致敬|高铭暄:激荡在刑法大江大河里的98年,不枉此生

    20世纪80年代初,为了尽快培养一批国际化人才,党中央决定从全国重点院校的大学本科生和研究生中选拔一批优秀的学生送往国外读书,曾任北京师范大学法学院院长的卢建平是其中之一。

    1983年,卢建平考取了国家教委公派出国研究生(刑法学专业),由在中国人民大学法律系任教的高铭暄与王作富二位老师代招。

    送学生出国前,高铭暄总是再三叮嘱,学成之后一定要回来报效祖国,对卢建平也不例外。

    “在国外那几年,经常跟高老师有一些书信来往,一方面交流国内法学界特别是刑法学界的新动向,另一方面就是关心我的学业,特别是等我博士快要读完的时候,他就希望我马上回来,最好能回到他的身边,回到人大。”2019年7月17日,卢建平在接受《法律与生活》记者采访时说道。

    卢建平学成回国后,最初并没有回到中国人民大学,而是出于照顾年迈父母的考虑回到浙江,进入浙江大学工作。但是,高铭暄依然很高兴,并不是所有的学生都能信守承诺回来报效祖国,再则,浙江大学也曾是他的母校。

    1992年,卢建平在法国做访问学者时,与巴黎大学刑法学教授戴尔玛斯·玛蒂商议,在中国对外开放的背景下,中法两国学者合作开展一项刑法方面的研究项目。这便是中国和法国在刑法科研领域的第一次合作,高铭暄是中国一方的项目负责人,戴尔玛斯·玛蒂是法国一方的项目负责人。

    这一项目的科研成果体现在《经济犯罪和侵犯人身权利犯罪研究》系列出版物之中,这套在20多年前以中文、法文出版的著作,已经涉及洗钱、克隆人、器官移植、人体试验等在今天依然是很前沿的一些话题。

    更重要的是,这一项目推动了中国和法国两国法律人才培养的合作机制。
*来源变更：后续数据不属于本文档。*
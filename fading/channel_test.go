package fading

import (
	"errors"
	"math"
	"runtime"
	"sync"
	"testing"
)

var testProfile = Profile{Name: "3tap", Taps: []Tap{{0, 0}, {310, -1}, {710, -9}}}

func channelCases() []ChannelConfig {
	var cs []ChannelConfig
	for _, g := range []Generator{GeneratorDefault, GeneratorSumOfSinusoids, GeneratorSpectral} {
		for _, fd := range []float64{0, 5.56, 55.6, 300} { // static, interpolated, (default/spectral: interpolated), direct
			for _, los := range []bool{false, true} {
				cs = append(cs, ChannelConfig{DopplerHz: fd, SampleRateHz: 1500, Profile: testProfile,
					Generator: g, LOS: los, RicianKDB: 6, LOSAngleRad: 0.4})
			}
		}
	}
	return cs
}

// TestStreamingEquivalence: a channel advanced chunk by chunk gives the same
// samples, bit for bit, as one long call, for FillTaps and FillGains.
func TestStreamingEquivalence(t *testing.T) {
	const n = 6000 // crosses several internal blocks of every generator
	chunks := []int{1, 7, 255, 256, 257, 1000, 3, 4096}
	for _, cfg := range channelCases() {
		whole, err := NewChannel(cfg, 42, 3)
		if err != nil {
			t.Fatal(err)
		}
		L := whole.NumTaps()
		want := make([]complex64, n*L)
		whole.FillTaps(want)
		parts, _ := NewChannel(cfg, 42, 3)
		got := make([]complex64, n*L)
		for off, i := 0, 0; off < n; i++ {
			c := min(chunks[i%len(chunks)], n-off)
			parts.FillTaps(got[off*L : (off+c)*L])
			off += c
		}
		for i := range want {
			if got[i] != want[i] {
				t.Fatalf("%v f_D=%g LOS=%v: FillTaps sample %d differs: %v vs %v", cfg.Generator, cfg.DopplerHz, cfg.LOS, i, got[i], want[i])
			}
		}
		gw, _ := NewChannel(cfg, 42, 3)
		gp, _ := NewChannel(cfg, 42, 3)
		wg := make([]float64, n)
		gw.FillGains(wg)
		pg := make([]float64, n)
		for off, i := 0, 0; off < n; i++ {
			c := min(chunks[(i+3)%len(chunks)], n-off)
			gp.FillGains(pg[off : off+c])
			off += c
		}
		for i := range wg {
			if wg[i] != pg[i] {
				t.Fatalf("%v f_D=%g LOS=%v: FillGains sample %d differs", cfg.Generator, cfg.DopplerHz, cfg.LOS, i)
			}
			// FillGains is the same process as FillTaps: Σ|h_l|² (to complex64 precision)
			s := 0.0
			for l := 0; l < L; l++ {
				h := want[i*L+l]
				s += float64(real(h))*float64(real(h)) + float64(imag(h))*float64(imag(h))
			}
			if math.Abs(s-wg[i]) > 1e-5*(1+wg[i]) {
				t.Fatalf("%v f_D=%g: gain %g, Σ|h|² of taps %g", cfg.Generator, cfg.DopplerHz, wg[i], s)
			}
		}
	}
}

// TestDeterminism: same (seed, user) same samples, whatever the goroutine
// or GOMAXPROCS; different users, seeds and taps give different processes.
func TestDeterminism(t *testing.T) {
	fill := func(cfg ChannelConfig, seed uint64, user int) []complex64 {
		ch, err := NewChannel(cfg, seed, user)
		if err != nil {
			t.Fatal(err)
		}
		out := make([]complex64, 2000*ch.NumTaps())
		ch.FillTaps(out)
		return out
	}
	for _, g := range []Generator{GeneratorDefault, GeneratorSumOfSinusoids, GeneratorSpectral} {
		cfg := ChannelConfig{DopplerHz: 55.6, SampleRateHz: 1500, Profile: testProfile, Generator: g}
		ref := fill(cfg, 1, 0)
		if !equalC(ref, fill(cfg, 1, 0)) {
			t.Errorf("%v: same seed gives different samples", g)
		}
		if equalC(ref, fill(cfg, 1, 1)) || equalC(ref, fill(cfg, 2, 0)) {
			t.Errorf("%v: different user or seed gives the same samples", g)
		}
		L := len(testProfile.Taps)
		for l := 1; l < L; l++ { // taps are different processes (not scaled copies)
			r0 := real(ref[0]) / real(ref[l])
			same := true
			for i := 1; i < 50 && same; i++ {
				same = math.Abs(float64(real(ref[i*L])/real(ref[i*L+l])-r0)) < 1e-3
			}
			if same {
				t.Errorf("%v: tap %d is a scaled copy of tap 0", g, l)
			}
		}
		// concurrent generation under another GOMAXPROCS gives the same samples
		old := runtime.GOMAXPROCS(1)
		var wg sync.WaitGroup
		res := make([][]complex64, 4)
		for k := range res {
			wg.Add(1)
			go func() { defer wg.Done(); res[k] = fill(cfg, 1, 0) }()
		}
		wg.Wait()
		runtime.GOMAXPROCS(old)
		for k := range res {
			if !equalC(ref, res[k]) {
				t.Errorf("%v: goroutine %d differs", g, k)
			}
		}
	}
	if NewStream(1, 2, 3, StreamTap).Uint64() == NewStream(1, 2, 3, StreamShadowing).Uint64() ||
		NewStream(1, 2, 3, StreamTap).Uint64() == NewStream(1, 2, 4, StreamTap).Uint64() ||
		NewStream(1, 2, 3, StreamTap).Uint64() != NewStream(1, 2, 3, StreamTap).Uint64() {
		t.Error("NewStream streams are not distinct per (user, index, kind) or not reproducible")
	}
}

func equalC(a, b []complex64) bool {
	if len(a) != len(b) {
		return false
	}
	for i := range a {
		if a[i] != b[i] {
			return false
		}
	}
	return true
}

// TestTapPowersAndIndependence: each tap's mean power is its normalised
// profile power and taps are uncorrelated (ensemble over links). Tolerance:
// 4 standard errors over the links plus 0.01.
func TestTapPowersAndIndependence(t *testing.T) {
	p, _ := BuiltinProfile("EVA")
	w := p.NormalisedPowers()
	L := len(w)
	links, n := 64, 5400 // 200 Doppler periods at f_D·T = 0.037
	if raceEnabled {
		links = 24
	}
	if !testing.Short() {
		links = 256
	}
	pw := make([][]float64, L)
	cross := make([]float64, links)
	for u := 0; u < links; u++ {
		ch, err := NewChannel(ChannelConfig{DopplerHz: 55.6, SampleRateHz: 1500, Profile: p}, 11, u)
		if err != nil {
			t.Fatal(err)
		}
		re, im := make2(L, n), make2(L, n)
		ch.fillComplex(re, im)
		for l := 0; l < L; l++ {
			s := 0.0
			for i := 0; i < n; i++ {
				s += re[l][i]*re[l][i] + im[l][i]*im[l][i]
			}
			pw[l] = append(pw[l], s/float64(n)/w[l])
		}
		s := 0.0 // normalised correlation of taps 0 and 4 (the two strongest)
		for i := 0; i < n; i++ {
			s += re[0][i]*re[4][i] + im[0][i]*im[4][i]
		}
		cross[u] = s / float64(n) / math.Sqrt(w[0]*w[4])
	}
	for l := 0; l < L; l++ {
		m, se := meanSE(pw[l])
		if math.Abs(m-1) > 4*se+0.01 {
			t.Errorf("tap %d: mean power / profile power = %.4f ± %.4f, want 1", l, m, 4*se+0.01)
		}
	}
	if m, se := meanSE(cross); math.Abs(m) > 4*se+0.01 {
		t.Errorf("taps 0 and 4 correlate: %.4f ± %.4f", m, 4*se+0.01)
	}
}

// TestLongRunPower: the oscillators are restarted exactly every block, so
// the power after many samples is still unit (no drift of the recursions).
// Tolerance: 4 standard errors over the links plus 0.01.
func TestLongRunPower(t *testing.T) {
	skip, links := 1<<18, 16
	if raceEnabled {
		skip, links = 1<<16, 8
	}
	if !testing.Short() {
		skip, links = 1<<22, 32
	}
	for _, g := range []Generator{GeneratorDefault, GeneratorSumOfSinusoids} {
		pows := make([]float64, links)
		junk := make([]float64, 1<<16)
		meas := make([]float64, 27*400)
		for u := 0; u < links; u++ {
			ch, _ := NewChannel(ChannelConfig{DopplerHz: 55.6, SampleRateHz: 1500, Profile: Profile{Taps: []Tap{{0, 0}}}, Generator: g}, 3, u)
			for k := 0; k < skip; k += len(junk) {
				ch.FillGains(junk)
			}
			ch.FillGains(meas)
			s := 0.0
			for _, v := range meas {
				s += v
			}
			pows[u] = s / float64(len(meas))
		}
		m, se := meanSE(pows)
		if math.Abs(m-1) > 4*se+0.01 {
			t.Errorf("%v: power after %d samples %.4f ± %.4f, want 1", g, skip, m, 4*se+0.01)
		}
	}
}

// TestZeroAllocs: FillGains, FillTaps and Skip allocate nothing in steady
// state.
func TestZeroAllocs(t *testing.T) {
	for _, cfg := range channelCases() {
		ch, _ := NewChannel(cfg, 1, 0)
		g := make([]float64, 600)
		taps := make([]complex64, 600*ch.NumTaps())
		ch.FillGains(g)
		if a := testing.AllocsPerRun(5, func() { ch.FillGains(g) }); a != 0 {
			t.Errorf("%v f_D=%g: FillGains allocates %v per call", cfg.Generator, cfg.DopplerHz, a)
		}
		if a := testing.AllocsPerRun(5, func() { ch.FillTaps(taps) }); a != 0 {
			t.Errorf("%v f_D=%g: FillTaps allocates %v per call", cfg.Generator, cfg.DopplerHz, a)
		}
		for _, n := range []int{1, 600, 50000} {
			if a := testing.AllocsPerRun(5, func() { ch.Skip(n) }); a != 0 {
				t.Errorf("%v f_D=%g: Skip(%d) allocates %v per call", cfg.Generator, cfg.DopplerHz, n, a)
			}
		}
		if a := testing.AllocsPerRun(5, func() { ch.Skip(50000); ch.FillGains(g) }); a != 0 {
			t.Errorf("%v f_D=%g: FillGains after Skip allocates %v per call", cfg.Generator, cfg.DopplerHz, a)
		}
	}
}

// TestBadInput: bad configurations give a *ParamError naming the field,
// never a panic.
func TestBadInput(t *testing.T) {
	nan, inf := math.NaN(), math.Inf(1)
	ok := ChannelConfig{DopplerHz: 55.6, SampleRateHz: 1500, Profile: testProfile}
	mod := func(f func(*ChannelConfig)) ChannelConfig {
		c := ok
		c.Profile.Taps = append([]Tap(nil), ok.Profile.Taps...)
		f(&c)
		return c
	}
	cases := []struct {
		name  string
		cfg   ChannelConfig
		param string
	}{
		{"zero rate", mod(func(c *ChannelConfig) { c.SampleRateHz = 0 }), "SampleRateHz"},
		{"negative rate", mod(func(c *ChannelConfig) { c.SampleRateHz = -1500 }), "SampleRateHz"},
		{"NaN rate", mod(func(c *ChannelConfig) { c.SampleRateHz = nan }), "SampleRateHz"},
		{"Inf rate", mod(func(c *ChannelConfig) { c.SampleRateHz = inf }), "SampleRateHz"},
		{"negative Doppler", mod(func(c *ChannelConfig) { c.DopplerHz = -1 }), "DopplerHz"},
		{"Doppler = fs/2", mod(func(c *ChannelConfig) { c.DopplerHz = 750 }), "DopplerHz"},
		{"Doppler > fs/2", mod(func(c *ChannelConfig) { c.DopplerHz = 1000 }), "DopplerHz"},
		{"NaN Doppler", mod(func(c *ChannelConfig) { c.DopplerHz = nan }), "DopplerHz"},
		{"Inf Doppler", mod(func(c *ChannelConfig) { c.DopplerHz = inf }), "DopplerHz"},
		{"empty taps", mod(func(c *ChannelConfig) { c.Profile.Taps = nil }), "Profile.Taps"},
		{"unsorted taps", mod(func(c *ChannelConfig) { c.Profile.Taps[1].DelayNs = 900 }), "Profile.Taps[2].DelayNs"},
		{"equal delays", mod(func(c *ChannelConfig) { c.Profile.Taps[1].DelayNs = 0 }), "Profile.Taps[1].DelayNs"},
		{"negative delay", mod(func(c *ChannelConfig) { c.Profile.Taps[0].DelayNs = -5 }), "Profile.Taps[0].DelayNs"},
		{"NaN delay", mod(func(c *ChannelConfig) { c.Profile.Taps[1].DelayNs = nan }), "Profile.Taps[1].DelayNs"},
		{"NaN power", mod(func(c *ChannelConfig) { c.Profile.Taps[2].PowerDB = nan }), "Profile.Taps[2].PowerDB"},
		{"Inf power", mod(func(c *ChannelConfig) { c.Profile.Taps[2].PowerDB = -inf }), "Profile.Taps[2].PowerDB"},
		{"too many taps", mod(func(c *ChannelConfig) {
			c.Profile.Taps = nil
			for i := 0; i <= MaxTaps; i++ {
				c.Profile.Taps = append(c.Profile.Taps, Tap{DelayNs: float64(i)})
			}
		}), "Profile.Taps"},
		{"NaN K", mod(func(c *ChannelConfig) { c.LOS, c.RicianKDB = true, nan }), "RicianKDB"},
		{"huge K", mod(func(c *ChannelConfig) { c.LOS, c.RicianKDB = true, 1e6 }), "RicianKDB"},
		{"Inf LOS angle", mod(func(c *ChannelConfig) { c.LOS, c.LOSAngleRad = true, inf }), "LOSAngleRad"},
		{"bad generator", mod(func(c *ChannelConfig) { c.Generator = 7 }), "Generator"},
		{"negative sinusoids", mod(func(c *ChannelConfig) { c.Sinusoids = -1 }), "Sinusoids"},
		{"too many sinusoids", mod(func(c *ChannelConfig) { c.Sinusoids = MaxSinusoids + 1 }), "Sinusoids"},
	}
	for _, tc := range cases {
		t.Run(tc.name, func(t *testing.T) {
			ch, err := NewChannel(tc.cfg, 1, 0)
			if ch != nil || err == nil {
				t.Fatal("accepted")
			}
			var pe *ParamError
			if !errors.As(err, &pe) || pe.Param != tc.param {
				t.Fatalf("err = %v, want a *ParamError for %s", err, tc.param)
			}
		})
	}
	if _, err := NewShadowing(ShadowingConfig{SigmaDB: 8, DecorrelationM: 50, SpeedMps: 1, SamplePeriodS: 1e-3}, nil); err == nil {
		t.Error("NewShadowing accepted a nil stream")
	}
	for _, sc := range []struct {
		cfg   ShadowingConfig
		param string
	}{
		{ShadowingConfig{SigmaDB: nan, DecorrelationM: 50, SpeedMps: 1, SamplePeriodS: 1e-3}, "SigmaDB"},
		{ShadowingConfig{SigmaDB: -1, DecorrelationM: 50, SpeedMps: 1, SamplePeriodS: 1e-3}, "SigmaDB"},
		{ShadowingConfig{SigmaDB: 8, DecorrelationM: 0, SpeedMps: 1, SamplePeriodS: 1e-3}, "DecorrelationM"},
		{ShadowingConfig{SigmaDB: 8, DecorrelationM: 50, SpeedMps: inf, SamplePeriodS: 1e-3}, "SpeedMps"},
		{ShadowingConfig{SigmaDB: 8, DecorrelationM: 50, SpeedMps: 1, SamplePeriodS: 0}, "SamplePeriodS"},
	} {
		_, err := NewShadowing(sc.cfg, NewStream(1, 0, 0, StreamShadowing))
		var pe *ParamError
		if !errors.As(err, &pe) || pe.Param != sc.param {
			t.Errorf("shadowing %+v: err = %v, want %s", sc.cfg, err, sc.param)
		}
	}
}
卢建平介绍,从1997年开始,中国每年遴选十几位青年才俊到法国留学深造,这一最初叫作“法国法项目”后改为“欧洲法项目”的人才工程至今已持续了20余年,培养了很多优秀的学者。

    一直以来,高铭暄与卢建平亦师亦友,亦父亦子。

    1999年,浙江大学进入四校合并的关键时期,远在欧洲访学的卢建平写信给高铭暄,讲述自己的苦恼以及自己对未来的设想,高铭暄给他回复了一封9页纸的长信。此时正在筹备中的教育部人文社会科学重点研究基地中国人民大学刑事法律科学研究中心在全国物色骨干人选,卢建平重新回到了中国人民大学。

    在此后十几年的时间里,为了国际刑法学协会理事会的工作,也为了推进中国刑法学走向世界,高铭暄与卢建平几乎用脚步丈量了法国巴黎的大街小巷。

    在国外,高铭暄对卢建平的依赖更多一些。卢建平不仅是高铭暄的翻译,而且是他的导游、陪读。为了尽可能多地了解国外的风土人情,两人总是尽量少坐车,多走路。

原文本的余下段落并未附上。